Ces dernières années, la Russie a réussi à enrayer le déclin de ses activités d’innovation, mais il n’y a pas eu de réelles révolutions dans les affaires militaires russes aux plans technologique et capacitaire. Dans les faits, le récit officiel de la participation de la Russie à la course technologique entre les puissances fait partie de la stratégie elle-même. C’est parce qu’un pays s’inquiète des arsenaux des autres pays, qu’il va lui-même développer des arsenaux, et cela conduit de fait à une course aux armements. Il faut s’en inquiéter à partir du moment où la guerre escalade. Lorsqu’une puissance nucléaire comme la Russie, les Etats-Unis ou la France entre en guerre contre une autre puissance nucléaire, vous entrez dans un cycle qui peut vous amener au bord de catastrophe.

Les autorités russes considèrent la course technologique comme un élément central dans la compétition actuelle entre les grandes puissances, un élément qui pourrait potentiellement produire un avantage qui changerait la donne et permettrait de gagner des conflits. Après s’être longtemps reposée sur les importations de technologies de défense, notamment en Occident, la Russie s’est décidée à changer sa stratégie au début des années 2010. Sous l’impulsion de Sergueï Choïgou, ministre de la Défense, les autorités se sont décidées à favoriser la production domestique d’innovations afin d’éviter une trop forte dépendance au savoir-faire étranger. Cette volonté a donné naissance à la Fondation pour les projets de recherche avancée dans l’industrie de la défense (FPI) en 2012, calquant ouvertement le modèle créé en 1958 par les États-Unis avec l’Agence pour les projets de recherche avancée de défense (DARPA).

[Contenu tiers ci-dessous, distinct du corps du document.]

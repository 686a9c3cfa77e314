package org.pairpulse.ops.analysis.backtest;

import static org.junit.jupiter.api.Assertions.assertArrayEquals;
import static org.junit.jupiter.api.Assertions.assertEquals;
import static org.junit.jupiter.api.Assertions.assertThrows;
import static org.junit.jupiter.api.Assertions.assertTrue;

import java.io.IOException;
import java.nio.file.Files;
import java.nio.file.Path;
import java.util.ArrayList;
import java.util.List;
import java.util.concurrent.atomic.AtomicInteger;
import org.junit.jupiter.api.BeforeAll;
import org.junit.jupiter.api.io.TempDir;
import org.junit.jupiter.params.ParameterizedTest;
import org.junit.jupiter.params.provider.ValueSource;
import org.pairpulse.ingest.file.FileSource;
import org.pairpulse.ops.tools.scenario.ScenarioConfig;
import org.pairpulse.ops.tools.scenario.ScenarioFiles;
import org.pairpulse.ops.tools.scenario.ScenarioGenerator;

/**
 * A replay that reads and decodes on a second thread ({@link ReplaySource#readAhead}) and reads its tables on a third
 * (a pipelined {@link Backtest}: evaluation, drift, summaries) against one that does everything on its own thread: the
 * same baskets in the same order and a byte-identical {@code backtest.json}, for line items (CSV) and whole baskets
 * (JSON lines); an exception of the replaying side stops the reading one and reaches the caller.
 */
class ReadAheadTest {
  @TempDir
  static Path directory;

  @BeforeAll
  static void writeScenario() throws IOException {
    ScenarioFiles.writeAll(new ScenarioGenerator(ScenarioConfig.defaults().withDurationDays(2).withBasketsPerMinute(3)),
        directory);
  }

  @ParameterizedTest
  @ValueSource(strings = {ScenarioFiles.CSV_FILE, ScenarioFiles.JSON_LINES_FILE})
  void theSameBasketsInTheSameOrder(String fileName) throws IOException {
    BacktestSettings settings = BacktestSettings.defaults();
    List<ReplayBasket> alone = new ArrayList<>();
    List<ReplayBasket> ahead = new ArrayList<>();
    FileSource.Result one = new ReplaySource(settings.limits(), settings.front()).read(directory.resolve(fileName),
        null, alone::add);
    FileSource.Result two = new ReplaySource(settings.limits(), settings.front())
        .readAhead(directory.resolve(fileName), null, ahead::add);
    assertEquals(one, two);
    assertTrue(alone.size() > 5 * ReplaySource.BATCH_BASKETS, "several batches: " + alone.size());
    assertEquals(alone, ahead);
  }

  @ParameterizedTest
  @ValueSource(strings = {ScenarioFiles.CSV_FILE, ScenarioFiles.JSON_LINES_FILE})
  void aBacktestWritesByteIdenticalJson(String fileName) throws IOException {
    BacktestSettings settings = BacktestSettings.builder().engine(BacktestTest.SMALL)
        .refreshEveryMillis(BacktestTest.MINUTE * 30).cohortFloor(10).build();
    List<byte[]> outputs = new ArrayList<>();
    for (boolean readAhead : new boolean[] {false, true}) {
      BacktestRun run = BacktestRun.run(directory.resolve(fileName), settings, null, null, null, null, readAhead);
      Path written = run.writeJson(directory.resolve(fileName + "-" + readAhead));
      outputs.add(Files.readAllBytes(written));
    }
    assertArrayEquals(outputs.get(0), outputs.get(1));
  }

  @ParameterizedTest
  @ValueSource(ints = {1, 3 * ReplaySource.BATCH_BASKETS + 7})
  void anExceptionOfTheReplayingSideStopsBoth(int failAt) {
    BacktestSettings settings = BacktestSettings.defaults();
    AtomicInteger seen = new AtomicInteger();
    IllegalStateException thrown = assertThrows(IllegalStateException.class, () ->
        new ReplaySource(settings.limits(), settings.front()).readAhead(directory.resolve(ScenarioFiles.CSV_FILE), null,
            basket -> {
              if (seen.incrementAndGet() == failAt) {
                throw new IllegalStateException("stop at " + failAt);
              }
            }));
    assertEquals("stop at " + failAt, thrown.getMessage());
    assertEquals(failAt, seen.get(), "nothing reaches the sink after its exception");
  }

  @org.junit.jupiter.api.Test
  void anExceptionOnTheTableReadingThreadReachesTheCaller() throws IOException {
    BacktestSettings settings = BacktestSettings.builder().engine(BacktestTest.SMALL)
        .refreshEveryMillis(BacktestTest.MINUTE * 30).build();
    AtomicInteger refreshes = new AtomicInteger();
    Backtest.Listener failing = new Backtest.Listener() {
      @Override
      public void refreshed(long atMillis, org.pairpulse.sketch.table.PairTable table,
          org.pairpulse.serve.floor.FlooredTable floored, List<org.pairpulse.serve.drift.AlertEvent> events) {
        if (refreshes.incrementAndGet() == 3) {
          throw new IllegalStateException("reader stops at 3");
        }
      }
    };
    Backtest backtest = new Backtest(settings, failing, null, java.util.Set.of(), true);
    IllegalStateException thrown = assertThrows(IllegalStateException.class, () -> {
      new ReplaySource(settings.limits(), settings.front()).read(directory.resolve(ScenarioFiles.CSV_FILE), null,
          backtest::accept);
      backtest.finish();
    });
    assertEquals("reader stops at 3", thrown.getMessage());
    assertEquals(3, refreshes.get(), "no table is read after the exception");
  }
}
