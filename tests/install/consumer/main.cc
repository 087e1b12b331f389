// Uses the installed engine: describes an ion and analyses a formula, and
// prints one line for each (checked by tests/install/install_test.sh).

#include <iostream>
#include <optional>

#include "engine/atom.h"
#include "engine/composition.h"

int main() {
  absl::StatusOr<shellwright::AtomQuery> query =
      shellwright::ParseAtomQuery("Fe3+", std::nullopt);
  if (!query.ok()) {
    std::cerr << query.status() << "\n";
    return 1;
  }
  absl::StatusOr<shellwright::AtomDescriptionPtr> atom =
      shellwright::DescribeAtom(*query);
  if (!atom.ok()) {
    std::cerr << atom.status() << "\n";
    return 1;
  }
  std::cout << "Fe3+ " << (*atom)->configuration_notation << " unpaired "
            << (*atom)->unpaired_electrons << "\n";

  shellwright::CompositionInput input;
  input.id = "c1";
  input.formula = "Fe3O4";
  const shellwright::CompositionReport report =
      shellwright::AnalyzeComposition(input);
  std::cout << report.id << " Fe3O4 valid " << report.valid << " states";
  if (report.assignment.has_value()) {
    for (const shellwright::AssignedState& s : report.assignment->states) {
      std::cout << " " << s.element->symbol << s.state << ":"
                << s.count.ToString();
    }
  }
  std::cout << "\n";
  return 0;
}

Très rapidement, deux priorités de développement ont émergé au sein du complexe-militaro industriel russe : les armements hypersoniques ainsi que les technologies d’intelligence artificielle (IA). Le pays, freiné par une crise économique, consécutive, entre autres, aux sanctions occidentales qui ont suivi l’invasion de la Crimée en 2014, accuse un retard de financement conséquent : le budget annuel de la FPI s’élevait à 50-60 millions de dollars (42-50 millions d’euros) en 2019, contre 3,4 milliards de dollars (2,8 milliards d’euros) alloués à la DARPA américaine. En outre, l’industrie de la défense russe continue de se débattre avec le spectre de problèmes structurels mais cela n’a pas empêché la Russie de rapidement démontrer ses capacités dans le développement d’IA prometteuses, avec 4 000 aéronefs autonomes, Moscou dispose de la deuxième flotte mondiale de ce type, derrière les États-Unis et devant la Chine.

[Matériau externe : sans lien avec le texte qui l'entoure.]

NonMetalOrder NonMetalOrderOf(const Formula& formula) {
  NonMetalOrder order;
  if (formula.amounts.size() < 2) return order;
  double most = -1, least = 100;
  for (const ElementAmount& a : formula.amounts) {
    const Element& e = *a.element;
    if (IsMetal(e) || e.atomic_number == 1 ||
        !e.pauling_electronegativity.has_value()) {
      return NonMetalOrder();
    }
    const double x = *e.pauling_electronegativity;
    if (x > most) {
      most = x;
      order.most = &e;
    } else if (x == most) {
      order.most = nullptr;  // A tie: no element is first.
    }
    if (x < least) {
      least = x;
      order.least = &e;
    } else if (x == least) {
      order.least = nullptr;
    }
  }
  return order;
}

// Whether the plans are a tetrahedral framework of group 13 atoms B (Al,
// Ga, In) and a majority of group 14 atoms C (Si, Ge, Sn) around alkali
// or alkaline-earth guests A (or Eu, divalent), whose charge (their group
// number each, 2 for Eu)
// equals the number of B atoms: the type-I clathrates A8B16C30
// (Ba8Ga16Ge30, Sr8Ga16Ge30, Ba8Al16Si30) and their relatives (K8Ga8Si38).
// Each framework atom then has four valence electrons and makes four
// bonds, so by the Zintl-Klemm concept B is B-1 and C is C0 (Eisenmann,
// Schaefer and Zagler, J. Less-Common Met. 118 (1986) 43; Nolas et al.,
// Appl. Phys. Lett. 73 (1998) 178; from memory). The group 14 majority
// leaves out the CaAl2Si2 type (one Si per Al), read with Al+3 and Si-4.
bool IsTetrahedralFramework(const Plans& plans) {
  Rational guest_charge(0), group13(0), group14(0);
  for (const ElementPlan& p : plans) {
    const Element& e = *p.element;
    const bool framework_period = e.period >= 3 && e.period <= 5;
    if (e.block == Block::kS && e.atomic_number != 1 &&
        (e.group == 1 || e.group == 2)) {
      guest_charge = guest_charge + p.count * Rational(e.group);
    } else if (e.atomic_number == 63) {
      // Eu(II) guests, as Ba(II) ones: Eu8Ga16Ge30 (Paschen et al., Phys.
      // Rev. B 64 (2001) 214404, from memory).
      guest_charge = guest_charge + p.count * Rational(2);
    } else if (e.group == 13 && framework_period) {
      group13 = group13 + p.count;
    } else if (e.group == 14 && framework_period) {
      group14 = group14 + p.count;
    } else {
      return false;
    }
  }
  return !group13.IsZero() && guest_charge == group13 && group13 < group14;
}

En conclusion, tous les experts sont d’accord : une guerre nucléaire ne servira pas les objectifs de Vladimir Poutine. Mais là où la plupart semblaient sereins il y a encore quelques mois, plusieurs reconnaissent être désormais « plus inquiets » et espèrent aujourd’hui que « Vladimir Poutine restera rationnel ». Jusque-là, l’invasion russe s’est entièrement appuyée sur des armes conventionnelles. Et il apparait évident que d’un point de vue stratégique, l’usage de l’arme nucléaire ne tient pas. Au cours des années 2000, le complexe industriel de défense russe a objectivement connu une amélioration sensible de son environnement politique et financier. La commande nationale d’armement est repartie nettement à la hausse, les autorités russes souhaitant enclencher le rééquipement des forces armées, d’autant plus, que dans le domaine de l’armement, les Russes ont toujours fait preuve d’une capacité de rebond surprenante.